In recent years, Time-of-Flight (ToF) depth imaging technology has seen immense progress. Time-of-Flight imaging is based on measuring the time that light, emitted by an illumination unit, requires to travel to an object and back to a detector. From this time, scene depth and possibly additional information that can not be measured by traditional intensity imaging, is inferred. While early ToF cameras were merely lab prototypes to prove a concept, recent sensor designs are at the edge of becoming operative products for mass market applications. A wide range of research disciplines is able to benefit from reliable and fast depth imaging technology, such as computer vision, computer graphics, medical engineering, robotics and computational photography, to name a few. Easy availability of affordable depth cameras will open the door for many new applications. The commercial success of the Microsoft Kinect device -- a depth sensor based on an alternative measurement principle -- gives a first impression on this.

Currently, manufacturers of ToF systems mainly focus on sensor technology and on the design of cameras. Sensor design has seen great advancements, but the data delivered by the cameras remain challenging and are affected by many types of systematic distortions and difficult scene dependencies. ToF data are thus hardly usable out-of-the-box and it takes proper mathematical modeling and algorithmic processing to apply the data in practical imaging and reconstruction scenarios. Algorithm design for ToF imagers, however, is still in its early days and many challenges remain. In this seminar, we plan to discuss and extend the state of the art in ToF imaging algorithms and applications with leading researchers in the field.
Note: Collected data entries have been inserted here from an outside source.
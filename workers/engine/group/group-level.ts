import { judged, type Claims } from '../correct/conclude';
import type { Plan } from '../plan';
import type { Axes, CorrectionOutcome, Edge } from '../types';
import { checkGroup, type GroupDesign, type ParticipantMap } from './design';
import { NullMaxima } from './null-maxima';
import { relabellings } from './relabellings';
import { groupStatistic, type GroupMeans } from './t-statistic';

export interface GroupInput {
  axes: Axes;
  participants: ParticipantMap[];
  design: GroupDesign;
  /** As a plan's; the forming threshold is one of t, and A stands for the first group, or above 0. */
  test: Plan['test'];
}

/** A claimed region over participants: `observedA` and `observedB` are means, `z` is t. */
export type GroupEdge = Omit<Edge, 'lagARad' | 'lagBRad'>;

export interface GroupOutcome extends Omit<Claims, 'corrections'>, GroupMeans {
  /** t over participants, [pair][frequency][time]. */
  t: Float32Array;
  /** Relabellings with t at or above, and at or below, the observed t. */
  upper: Uint32Array;
  lower: Uint32Array;
  maxStatistic: Float32Array;
  maxClusterMass: Float32Array;
  corrections: (Omit<CorrectionOutcome, 'edges'> & { edges: GroupEdge[] })[];
  /** Beside the identity; where they are all there are, p is exact and its interval a point. */
  relabellings: { count: number; exact: boolean };
}

/** Relative tolerance of two f64 t that are equal but for rounding. */
const tie = 1e-9;

/**
 * The group level (numerics, section 5): t across participants of each feature, held against sign
 * flips (paired) or dealt group labels (between), all of them where these are at most the
 * permutations asked for. The corrections are those of a single contrast, with t in the place of z:
 * t is standardised already, and its null is nearly the same for every feature.
 * @param onPair hears how many pairs are done
 * @throws RangeError when maps or groups do not fit, or a map holds NaN
 * Cost: pairs x features x participants x relabellings; memory does not grow with the relabellings
 * but for their marks.
 * Source: Fisher 1935, section 21; Pitman 1937; Nichols and Holmes 2002 (maximum over maps); Maris
 * and Oostenveld 2007 (clusters of t).
 */
export function groupLevel(
  { axes, participants, design, test: asked }: GroupInput,
  onPair: (pairsDone: number) => void = () => undefined,
): GroupOutcome {
  checkGroup(axes, participants, design);
  const drawn = relabellings(design, participants.length, asked.permutations, asked.seed);
  const test = { ...asked, permutations: drawn.count };
  const featureCount = axes.frequenciesHz.length * axes.timesS.length;
  const maps = newMaps(axes.pairs.length * featureCount);
  const maxima = new NullMaxima(axes, test);
  const identity = participants.map((_, i) =>
    Number(design.kind === 'between' && design.inFirst[i]),
  );
  const surrogate = new Float64Array(featureCount);
  const surrogate32 = new Float32Array(featureCount);
  const observed = new Float64Array(featureCount);
  for (let pair = 0; pair < axes.pairs.length; pair++) {
    const part = partOf(maps, pair * featureCount, featureCount);
    const values = valuesOf(participants, pair * featureCount, featureCount);
    const statistic = groupStatistic(design, values, featureCount);
    statistic.write(identity, observed, part);
    part.t.set(observed);
    maxima.begin(pair, part.t);
    for (let p = 0; p < drawn.count; p++) {
      const row = p * participants.length;
      statistic.write(drawn.marks.subarray(row, row + participants.length), surrogate);
      countExceedances(surrogate, observed, part);
      surrogate32.set(surrogate);
      maxima.add(p, surrogate32);
    }
    onPair(pair + 1);
  }
  return outcomeOf(axes, test, maps, maxima, drawn);
}

type GroupMaps = Pick<GroupOutcome, 't' | 'upper' | 'lower' | keyof GroupMeans>;

function newMaps(cells: number): GroupMaps {
  return {
    t: new Float32Array(cells),
    upper: new Uint32Array(cells),
    lower: new Uint32Array(cells),
    first: new Float32Array(cells),
    second: new Float32Array(cells),
    standardError: new Float32Array(cells),
  };
}

/** Views of one pair's features. */
function partOf(maps: GroupMaps, from: number, count: number): GroupMaps {
  const to = from + count;
  return {
    t: maps.t.subarray(from, to),
    upper: maps.upper.subarray(from, to),
    lower: maps.lower.subarray(from, to),
    first: maps.first.subarray(from, to),
    second: maps.second.subarray(from, to),
    standardError: maps.standardError.subarray(from, to),
  };
}

function valuesOf(participants: ParticipantMap[], from: number, count: number): Float64Array {
  const values = new Float64Array(participants.length * count);
  participants.forEach((participant, i) => {
    values.set(participant.values.subarray(from, from + count), i * count);
  });
  return values;
}

function countExceedances(surrogate: Float64Array, observed: Float64Array, out: GroupMaps): void {
  for (let x = 0; x < observed.length; x++) {
    const tolerance = tie * Math.max(1, Math.abs(observed[x]));
    if (surrogate[x] >= observed[x] - tolerance) out.upper[x]++;
    if (surrogate[x] <= observed[x] + tolerance) out.lower[x]++;
  }
}

function outcomeOf(
  axes: Axes,
  test: Plan['test'],
  maps: GroupMaps,
  maxima: NullMaxima,
  { count, exact }: GroupOutcome['relabellings'],
): GroupOutcome {
  const { maxStatistic, maxClusterMass } = maxima;
  const noLag = new Float32Array(maps.t.length);
  const { corrections, ...claims } = judged(axes, test, {
    observedA: maps.first,
    observedB: maps.second,
    lagA: noLag,
    lagB: noLag,
    nullSd: maps.standardError,
    z: maps.t,
    upper: maps.upper,
    lower: maps.lower,
    maxStatistic,
    maxClusterMass,
    parts: maxima.parts(),
  });
  return {
    ...maps,
    ...claims,
    maxStatistic,
    maxClusterMass,
    corrections: corrections.map((correction) => ({
      ...correction,
      edges: correction.edges.map((edge) => groupEdge(edge, exact)),
    })),
    relabellings: { count, exact },
  };
}

/** The edge without lags, which a mean over participants has not; exact p have no error. */
function groupEdge({ lagARad: _a, lagBRad: _b, ...edge }: Edge, exact: boolean): GroupEdge {
  if (!exact) return edge;
  const { p, adjustedP, adjustedPInterval } = edge;
  return {
    ...edge,
    pInterval: [p, p],
    adjustedPInterval: adjustedPInterval && [adjustedP, adjustedP],
  };
}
Also, currently, there is little dialogue between researchers developing ToF algorithms and sensor designers. Therefore, the seminar also strongly supported the manufacturers in getting up to date with all relevant research results and, even more importantly, it offered the opportunity to establish long-term partnerships and research collaborations. We also believe that this stronger interaction will lead to more advanced sensor designs, as well as more powerful algorithmic solutions at the same time.